Many studies on the application of AI to the field of SS havehighlighted the future potential of AI algorithms to become useful tools for preoperative planning and intraoperative assistance(22, 23). There is evidence showing ChatGPT is 68% successful at generating appropriate ideas relevant to spine surgery(23). Additionally, it has been suggested that AI can represent an ideal asset for the development of educational resources, the simulation of complex clinical scenarios, the construction of personalized learning paths for medical students, and postoperative patient surveillance(6, 22-25). Given the relatively high complication rates of SS during intra-and postoperative periods compared to other surgical fields, this field requires strong technological support and an acceptance of new methodologies. The current study suggests further advancement of the AI technologies used in SS to position them among trustworthy auxiliary resources for healthcare professionals.
Study Limitations
A key limitation of the current study is the inability of DeepSeek to read images.
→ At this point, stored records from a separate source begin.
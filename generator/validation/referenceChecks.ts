// Reference checks of the solver against published values, in one list: the tests assert them and
// the site's method-and-validation page prints them, so both show the same numbers.
// Shapes are built with λ = 1 m (frequency = c), lengths in wavelengths. The checks over the ground
// are in groundChecks.ts and come after the free-space ones.
import { frontHalfPowerBeamwidthDeg } from "./beamwidth.js";
import { GROUND_CASES } from "./groundChecks.js";
import { solveShape, validateShape, type Shape } from "../em/index.js";
import { surfaceResistancePerM } from "../em/impedance.js";
import { SPEED_OF_LIGHT_M_PER_S } from "../units.js";

export interface ReferenceCheck {
  id: string;
  quantity: string;
  unit: string;
  reference: number;
  source: string;
  ours: number;
  deviation: number;
  tolerance: number;
  pass: boolean;
}

const BALANIS = "Balanis, Antenna Theory, 3rd ed., ch. 4 (sinusoidal current, thin wire)";
const COMMON = "common practice";

export function dipole(lengthWl: number, radiusWl: number, segmentsPerWavelength = 50): Shape {
  const h = lengthWl / 2;
  return validateShape({
    frequencyHz: SPEED_OF_LIGHT_M_PER_S, wireRadiusM: radiusWl, segmentsPerWavelength,
    wires: [{ pointsM: [[-h, 0, 0], [0, 0, 0], [h, 0, 0]] }], feed: { wire: 0, vertex: 1 },
  });
}

export function veeShape(lengthWl: number, armDeg: number, radiusWl: number): Shape {
  const h = lengthWl / 2, a = (armDeg * Math.PI) / 180;
  return validateShape({
    frequencyHz: SPEED_OF_LIGHT_M_PER_S, wireRadiusM: radiusWl,
    wires: [{ pointsM: [[-h * Math.sin(a), h * Math.cos(a), 0], [0, 0, 0], [h * Math.sin(a), h * Math.cos(a), 0]] }], feed: { wire: 0, vertex: 1 },
  });
}

export interface ReferenceCase {
  id: string;
  quantity: string;
  unit: string;
  reference: number;
  source: string;
  tolerance: number;
  compute: () => number;
}

const FREE_SPACE_CASES: ReferenceCase[] = [
  ...([[0.5, 2.15], [1.0, 3.82], [1.25, 5.16], [1.5, 3.48]] as const).map(([l, d]): ReferenceCase => ({
    id: `dipole-${l}wl-directivity`, quantity: `directivity of a ${l} λ dipole, radius 1e-3 λ`, unit: "dBi", reference: d, source: BALANIS, tolerance: 0.2,
    compute: () => solveShape(dipole(l, 1e-3)).peakDirectivityDbi,
  })),
  {
    id: "short-dipole-directivity", quantity: "directivity of a 0.05 λ dipole (Hertzian limit D = 1.5)", unit: "dBi", reference: 1.76, source: `${BALANIS}, eq. 4-31`, tolerance: 0.05,
    compute: () => solveShape(dipole(0.05, 1e-4, 25)).peakDirectivityDbi,
  },
  {
    id: "half-wave-resistance", quantity: "input resistance of a 0.5 λ dipole, radius 1e-7 λ", unit: "Ω", reference: 73.1, source: "Balanis, eq. 8-61 (induced EMF, infinitely thin)", tolerance: 4,
    compute: () => solveShape(dipole(0.5, 1e-7)).inputImpedanceOhm.re,
  },
  {
    id: "half-wave-reactance", quantity: "input reactance of a 0.5 λ dipole, radius 1e-7 λ", unit: "Ω", reference: 42.5, source: "Balanis, eq. 8-61 (induced EMF, infinitely thin)", tolerance: 4,
    compute: () => solveShape(dipole(0.5, 1e-7)).inputImpedanceOhm.im,
  },
  {
    id: "short-dipole-beamwidth", quantity: "half-power beamwidth of a 0.05 λ dipole", unit: "°", reference: 90, source: "Balanis §4.2", tolerance: 0.5,
    compute: () => frontHalfPowerBeamwidthDeg(dipole(0.05, 1e-4, 25)),
  },
  {
    id: "half-wave-beamwidth", quantity: "half-power beamwidth of a 0.5 λ dipole", unit: "°", reference: 78, source: "Balanis §4.6", tolerance: 1,
    compute: () => frontHalfPowerBeamwidthDeg(dipole(0.5, 1e-4, 25)),
  },
  {
    id: "straight-1.5wl-gain", quantity: "gain of a straight 1.5 λ wire, radius 1e-3 λ", unit: "dBi", reference: 3.6, source: COMMON, tolerance: 0.1,
    compute: () => solveShape(dipole(1.5, 1e-3, 25)).peakGainDbi,
  },
  {
    id: "vee-1.5wl-gain", quantity: "gain of a 1.5 λ V, arms 54.3° from the axis", unit: "dBi", reference: 6.0, source: COMMON, tolerance: 0.2,
    compute: () => solveShape(veeShape(1.5, 54.3, 1e-3)).peakGainDbi,
  },
  {
    id: "loss-resistance", quantity: "loss resistance of a 0.48 λ dipole of 0.2 mm wire, σ = 1.4e6 S/m, at 14 MHz", unit: "Ω",
    reference: lossReferenceOhm(), source: "Balanis, eq. 2-90b: R'·l/2 for a sinusoidal current", tolerance: 0.05 * lossReferenceOhm(),
    compute: () => {
      const s = solveShape(lossyDipole());
      const i2 = 1 / (s.inputImpedanceOhm.re ** 2 + s.inputImpedanceOhm.im ** 2); // |I|² for 1 V
      return (2 * s.lossPowerW) / i2;
    },
  },
];

function lossyDipole(): Shape {
  const f = 14e6, h = (0.48 * SPEED_OF_LIGHT_M_PER_S) / f / 2;
  return validateShape({
    frequencyHz: f, wireRadiusM: 1e-4, conductor: { conductivitySPerM: 1.4e6 }, segmentsPerWavelength: 60,
    wires: [{ pointsM: [[-h, 0, 0], [0, 0, 0], [h, 0, 0]] }], feed: { wire: 0, vertex: 1 },
  });
}

function lossReferenceOhm(): number {
  const f = 14e6;
  return (surfaceResistancePerM(f, 1e-4, 1.4e6) * (0.48 * SPEED_OF_LIGHT_M_PER_S)) / f / 2;
}

const CASES: ReferenceCase[] = [...FREE_SPACE_CASES, ...GROUND_CASES];

export function referenceChecks(): ReferenceCheck[] {
  return CASES.map(({ compute, ...c }) => {
    const ours = compute();
    const deviation = ours - c.reference;
    return { ...c, ours, deviation, pass: Math.abs(deviation) <= c.tolerance };
  });
}
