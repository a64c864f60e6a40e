// Plane-wave reflection coefficients of a flat lossy ground, written out here as the reference the
// solver's over-ground pattern is checked against (the solver has its own copy in em/groundFarField.ts).
// Ground of complex relative permittivity ε_c = ε_r − jσ/(ωε₀) (e^{jωt}); ψ the elevation
// (grazing angle), so cos θ_i = sin ψ for the angle of incidence θ_i from the normal:
//   Γ_h = (sin ψ − √(ε_c − cos²ψ)) / (sin ψ + √(ε_c − cos²ψ))          (E parallel to the ground)
//   Γ_v = (ε_c sin ψ − √(ε_c − cos²ψ)) / (ε_c sin ψ + √(ε_c − cos²ψ))  (E in the plane of incidence)
// (Balanis, Antenna Theory, 3rd ed., §4.8, the reflection coefficients for horizontal and vertical
// polarization; the same Fresnel formulas as in any optics text). Only |Γ| is used: it does not
// depend on the sign convention.
import { EPS0_F_PER_M } from "../units.js";

type C = [number, number];
const div = ([a, b]: C, [c, d]: C): C => [(a * c + b * d) / (c * c + d * d), (b * c - a * d) / (c * c + d * d)];
const sqrt = ([a, b]: C): C => { // principal root
  const m = Math.hypot(a, b), re = Math.sqrt((m + a) / 2), im = Math.sqrt((m - a) / 2);
  return [re, b < 0 ? -im : im];
};

/** |Γ| for the polarization at elevation elevationRad over a ground (ε_r, σ) at frequencyHz. */
export function fresnelMagnitude(
  polarization: "horizontal" | "vertical", relativePermittivity: number, conductivitySPerM: number, frequencyHz: number, elevationRad: number,
): number {
  const eps: C = [relativePermittivity, -conductivitySPerM / (2 * Math.PI * frequencyHz * EPS0_F_PER_M)];
  const s = Math.sin(elevationRad), c = Math.cos(elevationRad);
  const root = sqrt([eps[0] - c * c, eps[1]]);
  const a: C = polarization === "horizontal" ? [s, 0] : [eps[0] * s, eps[1] * s];
  const [re, im] = div([a[0] - root[0], a[1] - root[1]], [a[0] + root[0], a[1] + root[1]]);
  return Math.hypot(re, im);
}
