// Half-power beamwidth of a shape in the cut through its peak that is narrower (the E-plane of a
// straight dipole), as used by the reference checks.
import { halfPowerBeamwidthDeg, principalCuts } from "../analysis/patternFigures.js";
import { solveShape, type Shape } from "../em/index.js";

export function frontHalfPowerBeamwidthDeg(shape: Shape): number {
  const s = solveShape(shape);
  const cuts = principalCuts(s.peakDirectionRad.theta, s.peakDirectionRad.phi);
  const widths = [halfPowerBeamwidthDeg(s.farField, cuts.alongTheta), halfPowerBeamwidthDeg(s.farField, cuts.alongPhi)];
  return Math.min(...widths.filter((w): w is number => w !== null));
}
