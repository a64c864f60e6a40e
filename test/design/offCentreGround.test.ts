// The off-centre family over ground against the centre-fed family over the same ground: with the
// feed at the middle (t = ½) and both arms alike, the off-centre shape is the centre-fed bent-arm
// shape (shapes/offCentre.ts, its header), so mounting and scoring must give the same gain, the
// same elevation figures and the same feed impedance (image theory, Balanis, Antenna Theory, 3rd
// ed., §4.7, is applied to both by the same solver: a check of the wiring, not of the physics).
// Over perfect ground a level half-wave dipole at height h also sees Z11 − Z12(2h) (Balanis §8.6),
// so its resistance must differ from free space; the check here is only that the ground is applied.
import { describe, expect, it } from "vitest";
import { evaluate, shapeOf } from "../../generator/design/objective.js";
import { evaluateOffCentre, offCentreShapeOf } from "../../generator/design/offCentreObjective.js";
import { objectiveSolveOptions } from "../../generator/design/groundObjective.js";
import { parseDesignRequest } from "../../generator/design/request.js";
import { GROUND_PRESETS, type Ground } from "../../generator/em/ground.js";
import { solveShape } from "../../generator/em/solve.js";

const base = { frequencyHz: 14.1e6, lengthWl: 1.5, piecesPerArm: 3, wireDiameterM: 2e-3 };
// centre-fed x = [φ1, β1, β2, u1, u2]; off-centre x = [t, φ1, βR…, uR…, βL…, uL…]
const centre = [0.9, 0.3, 0.3, 0.3, 0.3];
const offCentre = [0.5, 0.9, 0.3, 0.3, 0.3, 0.3, 0.3, 0.3, 0.3, 0.3];

const cases: [string, { ground: Ground; heightM: number; mounting?: "horizontal" | "vertical"; objective?: "peak" | "long-distance" | "near-vertical" }][] = [
  ["perfect ground, horizontal, peak", { ground: { type: "perfect" }, heightM: 10.6 }],
  ["perfect ground, vertical, peak", { ground: { type: "perfect" }, heightM: 3, mounting: "vertical" }],
  ["average ground, horizontal, long-distance", { ground: GROUND_PRESETS.average, heightM: 10.6, objective: "long-distance" }],
  ["average ground, vertical, near-vertical", { ground: GROUND_PRESETS.average, heightM: 3, mounting: "vertical", objective: "near-vertical" }],
];

describe("off-centre family over ground, feed at the middle = centre-fed family", () => {
  for (const [name, over] of cases) {
    it(`${name}: same score, gain, peak elevation and feed impedance`, () => {
      const r = parseDesignRequest({ ...base, ...over });
      const a = evaluateOffCentre(offCentre, r, [], 2), b = evaluate(centre, r, [], 2);
      expect(a.gainDbi).not.toBeNull();
      expect(Math.abs(a.gainDbi! - b.gainDbi!)).toBeLessThan(1e-6);
      const sa = solveShape(offCentreShapeOf(offCentre, r), objectiveSolveOptions(r));
      const sb = solveShape(shapeOf(centre, r), objectiveSolveOptions(r));
      expect(sa.ground).toBeDefined();
      expect(Math.abs(sa.ground!.peakElevationDeg - sb.ground!.peakElevationDeg)).toBeLessThan(0.05);
      const za = sa.inputImpedanceOhm, zb = sb.inputImpedanceOhm;
      expect(Math.hypot(za.re - zb.re, za.im - zb.im)).toBeLessThan(1e-6 * Math.hypot(zb.re, zb.im));
      // the ground is applied: the figures differ from the same shape in free space
      const free = solveShape(offCentreShapeOf(offCentre, parseDesignRequest(base)));
      expect(free.ground).toBeUndefined();
      expect(Math.abs(free.inputImpedanceOhm.re - za.re)).toBeGreaterThan(0.5);
    });
  }

  it("an off-centre feed over perfect ground is solved and mounted at the stated height", () => {
    const r = parseDesignRequest({ ...base, ground: { type: "perfect" }, heightM: 10.6 });
    const x = [0.35, 0.9, 0.3, 0.3, 0.3, 0.3, 0.2, 0.2, 0.4, 0.3];
    const shape = offCentreShapeOf(x, r);
    expect(shape.ground).toEqual({ type: "perfect" });
    for (const p of shape.wires[0].pointsM) expect(p[2]).toBeCloseTo(10.6, 12);
    const e = evaluateOffCentre(x, r, [], 2);
    expect(e.gainDbi).not.toBeNull();
    // a level wire λ/2 over perfect ground gains several dB by the ground reflection, up to 6 dB
    // where direct and reflected waves add in phase (image theory's array factor, Balanis §4.7),
    // give or take the change of feed resistance with height
    const free = evaluateOffCentre(x, parseDesignRequest(base), [], 2);
    expect(e.gainDbi! - free.gainDbi!).toBeGreaterThan(3);
    expect(e.gainDbi! - free.gainDbi!).toBeLessThan(6.1);
  });
});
Thus, radiology-and visually based assessments-that are critical to SS-cannot be examined. Additionally, the study only had 25 clinical cases, and this would limit the generalization of the findings. The study used answers from ten expert orthopedic surgeons; inclusion of more clinicians would enhance both the reliability and the generalizability of the results. Further studies that involve more clinical involvement and large question sets are needed to obtain a more reliable evaluation.
CONCLUSION
The traditional view of medicine as an art emphasizes the role of numerous individual factors such as sociocultural context, cognitive capacity, medical history, and individual circumstances to bring the healing to fruition. Based on this model, it is technologically impossible for AI programs to fully understand the various human factors and generate context-relevant recommendations. Rather than viewing the technologies of AI as autonomous decision makers, it is more fitting to think of such applications as clinical practice-assisting instruments, tools for immediate access to relevant information, and reinforcement of decision support systems for diagnosis and therapy. These technologies should be envisioned as supportive tools to complement clinical decision-making and not to replace healthcare professionals; they are supportive factors strengthening clinical judgment. AI technologies have proved their utility for knowledge-based tasks but are dramatically inferior to clinicians for areas requiring clinical judgement and case analysis.